La reacción militar de la guerrilla, con incontables golpes al Ejército, demostró su poderío en la zona. Después vino el gobierno Pastrana y buena parte de la región se convirtió en zona desmilitarizada para adelantar diálogos de paz.A partir de 2002, con el apoyo de asesores norteamericanos, la región es epicentro, inicialmente del Plan Patriota y hoy del Plan Consolidación, a través de la denominada Fuerza de Tarea Conjunta Omega que, en desarrollo de la política de Seguridad Democrática del gobierno Uribe Vélez, pretende neutralizar de una vez por todas la posibilidad de la guerrilla de acceder a los centros de poder.
Una protesta en Balsillas

Mientras las Fuerzas Militares avanzan en su estrategia por recuperar los territorios donde históricamente las Farc tienen su zona de retaguardia, campesinos de Balsillas, una población ubicada en la región de El Pato, entre los departamentos de Huila y Caquetá y que se constituye en la puerta de entrada al bastión de la organización ilegal en los llanos del Yarí, denunciaron atropellos y sistemáticas violaciones a los derechos humanos por parte del ejército acantonado en la zona.
Según campesinos de la región, soldados que hacen parte de unidades adscritas a la Novena Brigada los han agredido verbal y físicamente en busca de información sobre la guerrilla de las Farc.

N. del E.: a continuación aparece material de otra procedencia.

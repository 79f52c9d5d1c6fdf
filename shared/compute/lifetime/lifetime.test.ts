import fc from 'fast-check'
import { describe, expect, it } from 'vitest'
import { anyLifetime } from '@/tests/support/anyLifetime'
import { densityPerYear } from './densityPerYear'
import { hazardPerYear } from './hazardPerYear'
import { integral } from './integral'
import vectors from './lifetime.vectors.json'
import type { Lifetime, LifetimeModel } from './lifetime.types'
import { lifetimeFromMeanSd } from './lifetimeFromMeanSd'
import { lifetimeMoments } from './lifetimeMoments'
import { logSurvival } from './logSurvival'
import { remainingLife } from './remainingLife'
import { scaleLifetime } from './scaleLifetime'
import { sumOfSurvival } from './sumOfSurvival'
import { survival } from './survival'
import { tabulateSurvival } from './tabulateSurvival'
import { tabulateUniformYear } from './tabulateUniformYear'

const weibull: Lifetime = { model: 'weibull', shape: 3.059114961, scaleYears: 78.32083206 }
const spreadModels: readonly LifetimeModel[] = [
  'normal',
  'truncatedNormal',
  'foldedNormal',
  'lognormal',
  'weibull',
  'gamma',
  'logistic',
  'truncatedLogistic',
  'logLogistic',
]

function relativeError(got: number, expected: number): number {
  return expected === 0 ? Math.abs(got) : Math.abs(got / expected - 1)
}

/** The file is data of this repository; its parameters are those of the model it names. */
const cases = vectors.vectors.map((row) => ({ ...row, lifetime: row.lifetime as Lifetime }))

describe.each(cases)('$lifetime against 40-digit arithmetic', ({ lifetime, ages, ...moments }) => {
  // measured: ln S 7e-14, hazard 7e-12 (130 mean lives out), moments 1e-15
  it('keeps its digits from the first quarter year to nine thousand years', () => {
    for (const { ageYears, logSurvival: log, hazardPerYear: hazard } of ages) {
      expect(relativeError(logSurvival(ageYears, lifetime), log), `ln S(${ageYears})`).toBeLessThan(1e-12)
      expect(relativeError(hazardPerYear(ageYears, lifetime), hazard), `h(${ageYears})`).toBeLessThan(1e-11)
    }
  })

  it('has the moments of its reference', () => {
    const got = lifetimeMoments(lifetime)
    expect(relativeError(got.meanYears, moments.meanYears)).toBeLessThan(1e-12)
    expect(relativeError(got.sdYears, moments.sdYears)).toBeLessThan(1e-12)
    expect(relativeError(got.medianYears, moments.medianYears)).toBeLessThan(1e-12)
  })

  it('is found again from its mean and sd', () => {
    if (lifetime.model === 'exponential') return
    const again = lifetimeMoments(lifetimeFromMeanSd(lifetime.model, moments.meanYears, moments.sdYears))
    expect(relativeError(again.meanYears, moments.meanYears)).toBeLessThan(1e-9)
    expect(relativeError(again.sdYears, moments.sdYears)).toBeLessThan(1e-9)
  })
})

describe('every lifetime', () => {
  it('stands whole at age 0 and before, whatever the model', () => {
    fc.assert(
      fc.property(anyLifetime(), fc.double({ min: -500, max: 0, noNaN: true }), (lifetime, age) => {
        expect(survival(age, lifetime)).toBe(1)
      }),
    )
  })

  it('never rises with age and stays within 0 and 1', () => {
    const age = fc.double({ min: 0, max: 3000, noNaN: true })
    fc.assert(
      fc.property(anyLifetime(), age, age, (lifetime, one, other) => {
        const [young, old] = one < other ? [one, other] : [other, one]
        const [before, after] = [logSurvival(young, lifetime), logSurvival(old, lifetime)]
        expect(before).toBeLessThanOrEqual(0)
        // 1e-13 of the value is the rounding of two evaluations far out
        expect(after).toBeLessThanOrEqual(before * (1 - 1e-13) + 1e-300)
      }),
      { numRuns: 500 },
    )
  })

  it('has a hazard that is the slope of its cumulative hazard', () => {
    const spread = anyLifetime().filter(({ model }) => model !== 'fixed')
    fc.assert(
      fc.property(spread, fc.double({ min: 1, max: 400, noNaN: true }), (lifetime, age) => {
        const step = 1e-5 * age
        const slope = (logSurvival(age - step, lifetime) - logSurvival(age + step, lifetime)) / (2 * step)
        const hazard = hazardPerYear(age, lifetime)
        expect(Math.abs(hazard - slope)).toBeLessThanOrEqual(1e-3 * Math.max(hazard, 1e-9))
      }),
    )
  })

  it('has a density that adds up to the share that leaves', () => {
    const spread = anyLifetime().filter(({ model }) => model !== 'fixed')
    fc.assert(
      fc.property(spread, (lifetime) => {
        const { meanYears } = lifetimeMoments(lifetime)
        const [low, high] = [0.8 * meanYears, meanYears]
        const left = integral((age) => densityPerYear(age, lifetime), { low, high })
        expect(left).toBeCloseTo(survival(low, lifetime) - survival(high, lifetime), 9)
      }),
    )
  })

  it('has the mean that remains at age 0 and settles a constant inflow near it', () => {
    const cut = anyLifetime().filter(({ model }) => model !== 'normal' && model !== 'logistic')
    fc.assert(
      fc.property(cut, (lifetime) => {
        const { meanYears } = lifetimeMoments(lifetime)
        expect(relativeError(remainingLife(0, lifetime).meanYears, meanYears)).toBeLessThan(1e-9)
        const settled = sumOfSurvival(lifetime, 0.5)
        expect(Math.abs(settled - meanYears)).toBeLessThan(0.500001)
      }),
    )
  })

  it('stretches mean, sd and median alike', () => {
    fc.assert(
      fc.property(anyLifetime(), fc.double({ min: 0.2, max: 5, noNaN: true }), (lifetime, stretch) => {
        const [one, other] = [lifetimeMoments(lifetime), lifetimeMoments(scaleLifetime(lifetime, stretch))]
        expect(other.meanYears).toBeCloseTo(stretch * one.meanYears, 6)
        expect(other.sdYears).toBeCloseTo(stretch * one.sdYears, 6)
        expect(other.medianYears).toBeCloseTo(stretch * one.medianYears, 6)
      }),
    )
  })
})

describe('lifetime from mean and sd', () => {
  it.each(spreadModels)('%s has the mean and sd asked for', (model) => {
    const mean = fc.double({ min: 1, max: 500, noNaN: true })
    fc.assert(
      fc.property(mean, fc.double({ min: 0.01, max: 0.74, noNaN: true }), (meanYears, cv) => {
        const got = lifetimeMoments(lifetimeFromMeanSd(model, meanYears, cv * meanYears))
        expect(relativeError(got.meanYears, meanYears)).toBeLessThan(1e-9)
        expect(relativeError(got.sdYears, cv * meanYears)).toBeLessThan(1e-9)
      }),
    )
  })

  it.each([
    ['truncatedNormal', 70, 71],
    ['truncatedLogistic', 70, 71],
    ['foldedNormal', 70, 54],
    ['exponential', 70, 25],
    ['fixed', 70, 1],
  ] as const)('refuses a %s life of %d ± %d years, which no parameters give', (model, mean, sd) => {
    expect(() => lifetimeFromMeanSd(model, mean, sd)).toThrow('parameter-out-of-range')
  })

  it.each([
    [NaN, 25],
    [0, 25],
    [-70, 25],
    [Infinity, 25],
    [70, NaN],
    [70, 0],
    [70, -1],
  ])('refuses %d ± %d years', (mean, sd) => {
    expect(() => lifetimeFromMeanSd('weibull', mean, sd)).toThrow('parameter-not-positive')
  })
})

describe('a number that is none', () => {
  it.each([
    [{ model: 'weibull', shape: NaN, scaleYears: 80 }],
    [{ model: 'weibull', shape: 3, scaleYears: 0 }],
    [{ model: 'gamma', shape: -1, scaleYears: 80 }],
    [{ model: 'normal', meanYears: NaN, sdYears: 10 }],
    [{ model: 'normal', meanYears: 70, sdYears: NaN }],
    [{ model: 'lognormal', logMean: NaN, logSd: 0.3 }],
    [{ model: 'logistic', locationYears: Infinity, scaleYears: 10 }],
    [{ model: 'fixed', lifetimeYears: NaN }],
    [{ model: 'exponential', meanYears: Infinity }],
  ] as const)('%o is refused', (lifetime) => {
    expect(() => logSurvival(10, lifetime)).toThrow(/parameter-not-positive|not-a-number/)
    expect(() => lifetimeMoments(lifetime)).toThrow(/parameter-not-positive|not-a-number/)
    expect(() => tabulateSurvival(lifetime, 0, 3)).toThrow(/parameter-not-positive|not-a-number/)
  })

  it('is refused as an age', () => {
    expect(() => survival(NaN, weibull)).toThrow('not-a-number')
    expect(() => hazardPerYear(NaN, weibull)).toThrow('negative-age')
    expect(() => densityPerYear(-1, weibull)).toThrow('negative-age')
    expect(() => remainingLife(NaN, weibull)).toThrow('negative-age')
    expect(() => tabulateSurvival(weibull, NaN, 3)).toThrow('not-a-number')
  })
})

describe('tables', () => {
  it('hold what the function gives', () => {
    fc.assert(
      fc.property(anyLifetime(), fc.constantFrom(0, 0.5, 1, 17.25), (lifetime, first) => {
        const table = tabulateSurvival(lifetime, first, 40)
        for (let j = 0; j < 40; j++) {
          expect(table.logSurvival[j]).toBe(logSurvival(first + j, lifetime))
          const difference = survival(first + j, lifetime) - survival(first + j + 1, lifetime)
          expect(Math.abs(table.leaving[j]! - difference)).toBeLessThan(1e-14)
        }
      }),
      { numRuns: 30 },
    )
  })

  it('of a year of even construction lie within the year and near its middle', () => {
    const table = tabulateUniformYear(weibull, 60, 10)
    for (let j = 0; j < 10; j++) {
      expect(table.survival[j]).toBeLessThan(survival(60 + j, weibull))
      expect(table.survival[j]).toBeGreaterThan(survival(61 + j, weibull))
      expect(table.survival[j]).toBeCloseTo(survival(60.5 + j, weibull), 4)
    }
  })

  it('of a year of even construction reach where survival itself is smaller than any double', () => {
    const table = tabulateUniformYear({ model: 'weibull', shape: 3, scaleYears: 60 }, 600, 2)
    expect(table.survival[0]).toBe(0)
    expect(table.logSurvival[0]).toBeGreaterThan(-1005.1)
    expect(table.logSurvival[0]).toBeLessThan(-1000)
  })
})

describe('remaining life', () => {
  it('is that of a new one for an exponential life, at any age', () => {
    fc.assert(
      fc.property(fc.double({ min: 0, max: 1000, noNaN: true }), (age) => {
        const { meanYears, medianYears } = remainingLife(age, { model: 'exponential', meanYears: 70 })
        expect(meanYears).toBeCloseTo(70, 8)
        expect(medianYears).toBeCloseTo(70 * Math.LN2, 8)
      }),
    )
  })

  it('is nothing where the model leaves no survivor, and endless for a log-logistic life without a mean', () => {
    expect(remainingLife(75, { model: 'fixed', lifetimeYears: 60 })).toEqual({ meanYears: 0, medianYears: 0 })
    expect(remainingLife(5, { model: 'logLogistic', shape: 0.9, scaleYears: 60 }).meanYears).toBe(Infinity)
  })
})

it('grows longer with age where the hazard falls, and shorter where it rises', () => {
  const lognormal: Lifetime = { model: 'lognormal', logMean: 4, logSd: 0.8 }
  expect(remainingLife(300, lognormal).meanYears).toBeGreaterThan(remainingLife(100, lognormal).meanYears)
  expect(remainingLife(100, weibull).meanYears).toBeLessThan(remainingLife(50, weibull).meanYears)
})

Las denuncias fueron respaldadas, el pasado jueves, por el defensor del Pueblo de Caquetá, Álvaro Castelblanco, quien dijo que en su despacho reposan varias quejas que dan cuenta de restricción de alimentos, cemento, combustible, ingreso de cilindros de gas, así como abusos a mujeres y hurtos, cometidos supuestamente por miembros del Ejército.
Estos mismos casos ya habían sido puestos en conocimiento de la Procuraduría y el Ministerio de Defensa, hace poco más de un mes, según indicó a El Espectador Germán Ríos, representante de la Asociación Municipal de Colonos de El Pato, quien señaló que a la fecha sus reclamos no han sido atendidos.

Otro líder comunal, Gerardino Otálora, dijo que “la gota que rebosó la copa” fue la masacre perpetrada por dos uniformados del Ejército el pasado 10 de junio, que segó la vida de seis personas, entre ellos un niño y la rectora del colegio Guillermo Ríos, ubicado a escasos metros de la base militar de Balsillas.